Google DeepMind CEO Demis Hassabis told CNBC that Chinese AI models sit just "months" behind Western ones. The Lunar New Year releases suggest that gap, even if accurate, should make Western labs nervous rather than comfortable. A few months is not a defensive position. It's a sprint distance.
For Alibaba, the mood is anxious. Qwen trails Doubao in users and DeepSeek in global visibility. DeepSeek became the first Chinese AI company to break through internationally last year, and Alibaba's initial response, releasing Qwen 2.5-Max, felt reactive. The subsidy blitz earlier this month and the Qwen 3.5 launch are bolder moves, pairing open-source distribution with aggressive price competition on inference costs.
Alibaba is building two products for two fights. Qwen 3.5 open-source is a developer play, meant to seed the infrastructure layer and attract builders who will lock into the Alibaba stack. Qwen 3.5-Plus is the enterprise product: a hosted model with a million-token window and built-in tools aimed at companies willing to pay for managed AI. The split mirrors what Meta did with Llama, giving away the base model and charging for the platform. Whether Alibaba can execute that playbook against DeepSeek, which gives away the weights and the training recipes, is the commercial question hanging over the whole release.
Qwen 3.5's weights are up on Hugging Face. The benchmark scores are posted. What Alibaba cannot publish is proof that those 17 billion lit switches hold up when 120 million orders hit the system in a single week. That answer comes from production servers, not leaderboards.
Frequently Asked Questions
Q: What is sparse mixture-of-experts architecture?
A: A design where a model contains many parameters but only activates a fraction for each query. Qwen 3.5 has 397 billion total parameters but fires just 17 billion per request. The idle parameters consume no compute. DeepSeek popularized this approach last year, showing it could match denser models at lower cost. Alibaba pushed the sparsity ratio even higher.

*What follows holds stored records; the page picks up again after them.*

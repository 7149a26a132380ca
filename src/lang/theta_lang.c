/* int_{g,n} of integrands holding Norbury's class Theta.
 *
 * Theta_{g,n} has degree 2g-2+n, so int_{Mbar_{g,n}} Theta * R only sees the part of R of degree
 * g-1 = (3g-3+n) - (2g-2+n).  Each additive term of the integrand is classified: without Theta
 * it goes to the ordinary integral; Theta times a Theta-free class R goes to the Theta pushforward
 * (src/engines/theta/theta_kappa.c) after R is expanded up to degree g-1; a term with Theta^2 is zero,
 * because 2(2g-2+n) > 3g-3+n whenever g + n > 1, which holds on every space where Theta is not
 * already zero (genus 0).  Theta inside exp() or added to Theta-free classes inside a product is
 * refused with a message, as is anything the classification cannot read.
 */
#include <stdlib.h>
#include <string.h>

#include "cancel.h"
#include "classes/cpoly.h"
#include "correlators/pushforward.h"
#include "class_expand.h"
#include "diag.h"
#include "print.h"
#include "source.h"
#include "strbuf.h"
#include "theta_lang.h"
#include "verify_account.h"
#include "util.h"
#include "integrate.h"
#include "integrand_check.h"

#define THETA_WALK_MAX_DEPTH 4000

static int theta_split(const cx *e, cx **rest, int depth);
static const cx *theta_find(const cx *e);

/* The class 1 in e's ring (new reference). */
static cx *theta_one(const cx *e)
{
    fmpq_mpoly_t o;
    fmpq_mpoly_init(o, e->ctx);
    fmpq_mpoly_one(o, e->ctx);
    cx *c = cx_scalar(o, e->ctx);
    fmpq_mpoly_clear(o, e->ctx);
    return c;
}

/* Product a*b from the orders of its factors: Theta-linear when exactly one factor is. */
static int theta_split_mul(const cx *e, cx **rest, int depth)
{
    cx *ra = NULL, *rb = NULL;
    int oa = theta_split(e->a, &ra, depth + 1), ob = oa < 0 ? oa : theta_split(e->b, &rb, depth + 1);
    int o = oa < 0 ? oa : ob < 0 ? ob : oa + ob >= TH_SQUARE ? TH_SQUARE : oa + ob;
    if (o == TH_LINEAR)
        *rest = oa == TH_LINEAR ? cx_mul(ra, cx_ref(e->b)) : cx_mul(cx_ref(e->a), rb);
    else {
        if (ra)
            cx_release(ra);
        if (rb)
            cx_release(rb);
    }
    return o;
}

/* Sum a+b: both Theta-free, both Theta-linear (rests added), or a Theta^2 part that vanishes. */
static int theta_split_add(const cx *e, cx **rest, int depth)
{
    cx *ra = NULL, *rb = NULL;
    int oa = theta_split(e->a, &ra, depth + 1), ob = oa < 0 ? oa : theta_split(e->b, &rb, depth + 1);
    int o = oa < 0 ? oa : ob < 0 ? ob : TH_BAD;
    if (oa >= 0 && oa == ob && oa != TH_LINEAR)
        o = oa;
    else if (oa == TH_LINEAR && ob == TH_LINEAR) {
        *rest = cx_add(ra, rb);
        return TH_LINEAR;
    } else if ((oa == TH_LINEAR && ob == TH_SQUARE) || (oa == TH_SQUARE && ob == TH_LINEAR)) {
        *rest = oa == TH_LINEAR ? ra : rb;
        ra = oa == TH_LINEAR ? NULL : ra;
        rb = ob == TH_LINEAR ? NULL : rb;
        o = TH_LINEAR;
    }
    if (ra)
        cx_release(ra);
    if (rb)
        cx_release(rb);
    return o;
}

/* Order of Theta in e (TH_*); for TH_LINEAR, *rest is a new reference to R with e = Theta * R. */
static int theta_split(const cx *e, cx **rest, int depth)
{
    cx *ra = NULL;
    int o;
    *rest = NULL;
    if (theta_find(e) == NULL)
        return TH_FREE;                 /* Theta-free subtrees are not walked (long sums) */
    if (depth > THETA_WALK_MAX_DEPTH)
        return TH_DEEP;
    switch (e->kind) {
    case CX_THETA:
        *rest = theta_one(e);
        return TH_LINEAR;
    case CX_MUL:
        return theta_split_mul(e, rest, depth);
    case CX_ADD:
        return theta_split_add(e, rest, depth);
    case CX_POW:
        o = theta_split(e->a, &ra, depth + 1);
        if (o == TH_LINEAR && e->index == 1) {
            *rest = ra;
            return TH_LINEAR;
        }
        if (ra)
            cx_release(ra);
        return o < 0 ? o : o == TH_FREE ? TH_FREE : e->index == 0 ? TH_BAD : TH_SQUARE;
    case CX_EXP:
        o = theta_split(e->a, &ra, depth + 1);
        if (ra)
            cx_release(ra);
        return o < 0 ? o : o == TH_FREE ? TH_FREE : TH_BAD;
    default:
        return TH_FREE;
    }
}

/* The first Theta node of e (also for the location of messages), or NULL.  Iterative, with a
   heap stack, since sums built in loops make trees of any depth. */
static const cx *theta_find(const cx *e)
{
    slong len = 0, cap = 64;
    const cx **st = xmalloc(cap * sizeof(const cx *)), *hit = NULL;
    if (e)
        st[len++] = e;
    while (len > 0 && hit == NULL) {
        const cx *x = st[--len];
        if (x->kind == CX_THETA) {
            hit = x;
            break;
        }
        if (len + 2 > cap) {
            cap *= 2;
            st = xrealloc(st, cap * sizeof(const cx *));
        }
        if (x->b)
            st[len++] = x->b;
        if (x->a)
            st[len++] = x->a;
    }
    free(st);
    return hit;
}

int theta_in_value(const value *v)
{
    return v->kind == V_CLASS && theta_find(v->cls) != NULL;
}

/* Calls fn on each additive term of e (the top-level sums are flattened iteratively, so long
   sums built in loops are fine), with its Theta order and rest.  Returns 0 as soon as fn does. */
int theta_each_term(const cx *e, theta_term_visit fn, void *data)
{
    slong len = 0, cap = 64;
    const cx **st = xmalloc(cap * sizeof(const cx *));
    int ok = 1;
    st[len++] = e;
    while (ok && len > 0) {
        const cx *x = st[--len];
        if (x->kind == CX_ADD) {
            if (len + 2 > cap) {
                cap *= 2;
                st = xrealloc(st, cap * sizeof(const cx *));
            }
            st[len++] = x->b;
            st[len++] = x->a;
            continue;
        }
        cx *rest = NULL;
        int o = theta_split(x, &rest, 0);
        ok = fn(data, x, o, rest);
        if (rest)
            cx_release(rest);
    }
    free(st);
    return ok;
}

/* Says once why an integral with Theta is 0 (genus 0, Theta^2, no cofactor of degree g-1): the
   answer is right, but the question was probably not the one meant. */
void theta_warn_zero(interp *I, const node *where, slong g, slong n, int why)
{
    if (why == 0 || !integrand_first_warning(I, where))
        return;
    if (why & THETA_ZERO_GENUS0)
        diag_warning(&where->loc, "Theta is zero on Mbar_{0,%ld} (it vanishes in genus 0): the integral is 0",
                     (long)n);
    else if (why & THETA_ZERO_SQUARE && !(why & THETA_ZERO_DEGREE))
        diag_warning(&where->loc, "Theta^2 has degree %ld, above the dimension %ld of Mbar_{%ld,%ld}: the integral "
                                  "is 0", (long)(4 * g - 4 + 2 * n), (long)(3 * g - 3 + n), (long)g, (long)n);
    else
        diag_warning(&where->loc, "Theta has degree 2g-2+n = %ld on Mbar_{%ld,%ld}, so only the part of degree "
                                  "g-1 = %ld of its cofactor counts, and there is none: the integral is 0",
                     (long)(2 * g - 2 + n), (long)g, (long)n, (long)(g - 1));
}

/* Reports why a term cannot be integrated with Theta, at its Theta node. */
void theta_report_bad(const node *where, const cx *term, int order)
{
    const cx *t = theta_find(term);
    const node *at = t && t->origin ? t->origin : where;
    if (order == TH_DEEP) {
        diag_error(&at->loc, "this class expression is nested too deeply around Theta to be read");
        return;
    }
    diag_error(&at->loc, "Theta must be a factor of each term of the integrand (as in Theta*psi_1 + "
                         "Theta*kappa_1), not inside exp() nor added to classes without Theta");
}

/* Expands the Theta-free rest R up to degree g-1 into P, reporting errors at their nodes.
   Returns 1 on success. */
int theta_expand_rest(cpoly *P, const node *where, const cx *rest)
{
    return class_expand_reported(P, where, rest);
}

/* Checks the genus against the engine's limit and the table estimate (see theta_lang_values.c). */
int theta_rest_genus_ok(interp *I, const node *where, slong g)
{
    if (g > THETA_MAX_GENUS) {
        diag_error(&where->loc, "Theta integrals are computed up to genus %d, not %ld", THETA_MAX_GENUS, (long)g);
        return 0;
    }
    if (theta_estimate_entries(g) > I->lim.max_table) {
        diag_error(&where->loc, "Theta numbers of genus %ld need about %.3g table entries, above the limit of "
                                "%.3g (raise it with --max-table N)", (long)g, theta_estimate_entries(g),
                   I->lim.max_table);
        return 0;
    }
    return 1;
}

typedef struct {
    const node *where;
    slong g;
    cx *free_part, *theta_part;   /* sums of the Theta-free and the Theta-linear terms */
    int why;                      /* THETA_ZERO_* of the terms dropped or kept */
} theta_parts;

/* Adds one term to its part (theta_each_term); a term Theta cannot be read in is reported. */
static int theta_parts_add(void *data, const cx *term, int order, cx *rest)
{
    theta_parts *T = data;
    (void)rest;
    if (order < 0) {
        theta_report_bad(T->where, term, order);
        return 0;
    }
    if (order == TH_SQUARE) {                    /* Theta^2 = 0 by degree */
        T->why |= T->g == 0 ? THETA_ZERO_GENUS0 : THETA_ZERO_SQUARE;
        return 1;
    }
    if (order != TH_LINEAR)
        T->why |= THETA_ZERO_NOT;
    cx **part = order == TH_LINEAR ? &T->theta_part : &T->free_part;
    cx *t = cx_ref((cx *)term);
    *part = *part ? cx_add(*part, t) : t;
    return 1;
}

int theta_split_integrand(interp *I, const node *where, slong g, const cx *e, cx **free_part, cx **theta_part,
                          int *why)
{
    (void)I;
    theta_parts T = {where, g, NULL, NULL, 0};
    int ok = theta_each_term(e, theta_parts_add, &T);
    if (!ok) {
        if (T.free_part)
            cx_release(T.free_part);
        if (T.theta_part)
            cx_release(T.theta_part);
        T.free_part = T.theta_part = NULL;
    }
    *free_part = T.free_part;
    *theta_part = T.theta_part;
    *why = T.why;
    return ok;
}

/* The reduction printed by explain: merged terms coeff * <Theta | tau_key>_g. */
typedef struct {
    interp *I;
    slong g, len, cap;
    slong **keys;                  /* keys[i][0] = number of points, then the sorted indices */
    fmpq_mpoly_struct *coeffs;
    const fmpq_mpoly_struct *mono; /* coefficient of the monomial being expanded */
    int notes;                     /* bit 1: Theta^2 dropped, bit 2: genus 0, bit 4: Theta-free terms */
} theta_red;

/* Adds coeff * mono * <Theta | tau_key>_g to the reduction, merging equal correlators. */
static int theta_red_add(void *data, slong g, const slong *key, slong len, const fmpz_t coeff)
{
    theta_red *R = data;
    slong *k = xmalloc((len + 1) * sizeof(slong)), i;
    (void)g;
    k[0] = len;
    memcpy(k + 1, key, len * sizeof(slong));
    for (i = 2; i <= len; i++)                        /* descending, as print_correlator wants */
        for (slong j = i; j > 1 && k[j - 1] < k[j]; j--) {
            slong t = k[j];
            k[j] = k[j - 1];
            k[j - 1] = t;
        }
    for (i = 0; i < R->len; i++)
        if (R->keys[i][0] == len && memcmp(R->keys[i] + 1, k + 1, len * sizeof(slong)) == 0)
            break;
    if (i == R->len) {
        if (R->len == R->cap) {
            R->cap = R->cap ? 2 * R->cap : 16;
            R->keys = xrealloc(R->keys, R->cap * sizeof(slong *));
            R->coeffs = xrealloc(R->coeffs, R->cap * sizeof(fmpq_mpoly_struct));
        }
        R->keys[R->len] = k;
        fmpq_mpoly_init(R->coeffs + R->len, R->I->ring.ctx);
        R->len++;
        k = NULL;
    }
    fmpq_mpoly_t t;
    fmpq_mpoly_init(t, R->I->ring.ctx);
    fmpq_mpoly_scalar_mul_fmpz(t, R->mono, coeff, R->I->ring.ctx);
    fmpq_mpoly_add(R->coeffs + i, R->coeffs + i, t, R->I->ring.ctx);
    fmpq_mpoly_clear(t, R->I->ring.ctx);
    free(k);
    return WK_OK;
}

/* One monomial of the expanded rest: its pushforward terms into the reduction. */
static int theta_red_monomial(void *data, const slong *psi, slong n, const slong *kmult, slong kmax,
                              const fmpq_mpoly_t coeff)
{
    theta_red *R = data;
    R->mono = coeff;
    slong maxt = R->I->lim.max_terms > 1e18 ? 0 : (slong)R->I->lim.max_terms;
    return theta_kappa_terms(R->g, psi, n, kmult, kmax, maxt, theta_red_add, R);
}

typedef struct {
    theta_red red;
    const node *where;
    slong n;
} theta_explain_walk;

/* One additive term for explain: Theta-linear terms are reduced, the others noted. */
static int theta_explain_term(void *data, const cx *term, int order, cx *rest)
{
    theta_explain_walk *E = data;
    interp *I = E->red.I;
    if (order < 0) {
        theta_report_bad(E->where, term, order);
        return 0;
    }
    if (order != TH_LINEAR || E->red.g == 0) {
        E->red.notes |= order == TH_SQUARE ? 1 : order == TH_FREE ? 4 : 2;
        return 1;
    }
    if (!theta_rest_genus_ok(I, E->where, E->red.g))
        return 0;
    cpoly P;
    cpoly_init_degree(&P, E->red.g, E->n, E->red.g - 1, I->lim.max_class_terms, I->ring.ctx);
    int ok = theta_expand_rest(&P, E->where, rest);
    if (ok) {
        int rc = cpoly_foreach_top(&P, theta_red_monomial, &E->red);
        if (rc != WK_OK)
            theta_lang_report(I, E->where, rc);
        ok = rc == WK_OK;
    }
    cpoly_clear(&P);
    return ok;
}

/* Prints the source of the integral, the reduction and the reasons for vanishing parts. */
static void theta_explain_print(interp *I, const theta_explain_walk *E)
{
    const node *where = E->where;
    slong g = E->red.g, n = E->n;
    strbuf b, c;
    strbuf_init(&b);
    const char *line;
    size_t len = source_line(where->loc.src, where->loc.first_line, &line);
    if (where->loc.last_line == where->loc.first_line && (size_t)where->loc.last_column <= len + 1)
        strbuf_printf(&b, "%.*s\n", where->loc.last_column - where->loc.first_column, line + where->loc.first_column - 1);
    strbuf_puts(&b, "  = ");
    int first = 1;
    for (slong i = 0; i < E->red.len; i++) {
        if (fmpq_mpoly_is_zero(E->red.coeffs + i, I->ring.ctx))
            continue;
        print_signed_coeff(&b, E->red.coeffs + i, first, &I->ring);
        strbuf_init(&c);
        print_correlator(&c, g, E->red.keys[i] + 1, E->red.keys[i][0]);
        strbuf_printf(&b, "<Theta | %s", c.data + 1);
        strbuf_clear(&c);
        first = 0;
    }
    if (first)
        strbuf_putc(&b, '0');
    if (E->red.notes & 2)
        strbuf_printf(&b, "\n  (Theta is zero on Mbar_{0,%ld})", (long)n);
    if (E->red.notes & 1)
        strbuf_printf(&b, "\n  (Theta^2 has degree %ld, above the dimension %ld of Mbar_{%ld,%ld}: those terms are 0)",
                      (long)(4 * g - 4 + 2 * n), (long)(3 * g - 3 + n), (long)g, (long)n);
    if (E->red.notes & 4)
        strbuf_puts(&b, "\n  (terms without Theta are integrated as usual and added)");
    if (first && g > 0 && !(E->red.notes & 1))
        strbuf_printf(&b, "\n  (Theta has degree 2g-2+n = %ld on Mbar_{%ld,%ld}: only the part of degree g-1 = %ld "
                          "of its cofactor counts, and there is none)", (long)(2 * g - 2 + n), (long)g, (long)n, (long)(g - 1));
    fprintf(I->out, "%s\n", b.data);
    strbuf_clear(&b);
}

int theta_explain(interp *I, const node *where, slong g, slong n, const value *integrand)
{
    if (2 * g - 2 + n <= 0) {
        diag_error(&where->loc, "Mbar_{%ld,%ld} is not a stable moduli space (needs 2g-2+n > 0)", (long)g, (long)n);
        return 0;
    }
    theta_explain_walk E;
    memset(&E, 0, sizeof E);
    E.red.I = I;
    E.red.g = g;
    E.where = where;
    E.n = n;
    int ok = theta_each_term(integrand->cls, theta_explain_term, &E);
    if (ok)
        theta_explain_print(I, &E);
    for (slong i = 0; i < E.red.len; i++) {
        free(E.red.keys[i]);
        fmpq_mpoly_clear(E.red.coeffs + i, I->ring.ctx);
    }
    free(E.red.keys);
    free(E.red.coeffs);
    return ok;
}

Q: How does Qwen 3.5 compare to GPT-5.2 on coding tasks?
A: It trails. GPT-5.2 scored 80.0 on SWE-bench Verified, which tests real bug-fixing ability. Claude Opus 4.5 scored 80.9. Qwen 3.5 posted 76.4. On LiveCodeBench, Gemini 3 Pro led at 90.7 versus Qwen 3.5's 83.6. Alibaba's model leads on vision and instruction following, not coding or hard math.
Q: What are Qwen 3.5's visual agent capabilities?
A: The model can look at a phone or desktop screen, identify buttons and form fields, and take actions across applications. On OSWorld, a desktop automation benchmark, it scored 62.2 compared to Claude Opus 4.5's 66.3. On AndroidWorld for mobile, it reached 66.8. Competitive but not dominant.
Q: What happened when Alibaba tested Qwen as a shopping agent?
A: Alibaba let users order food and drinks through the Qwen chatbot, backed by $431 million in subsidies. The campaign generated 120 million orders in six days and a seven-fold jump in active users. It also crashed the system, showing that scaling agents in production is harder than scaling chatbots.
Q: Is Qwen 3.5 open source?
A: The base model, Qwen 3.5-397B-A17B, is open-weight and available on Hugging Face. A separate closed-source version called Qwen 3.5-Plus is hosted on Alibaba Cloud with a one-million-token context window and built-in tool use. The open-weight release follows a strategy similar to Meta's Llama.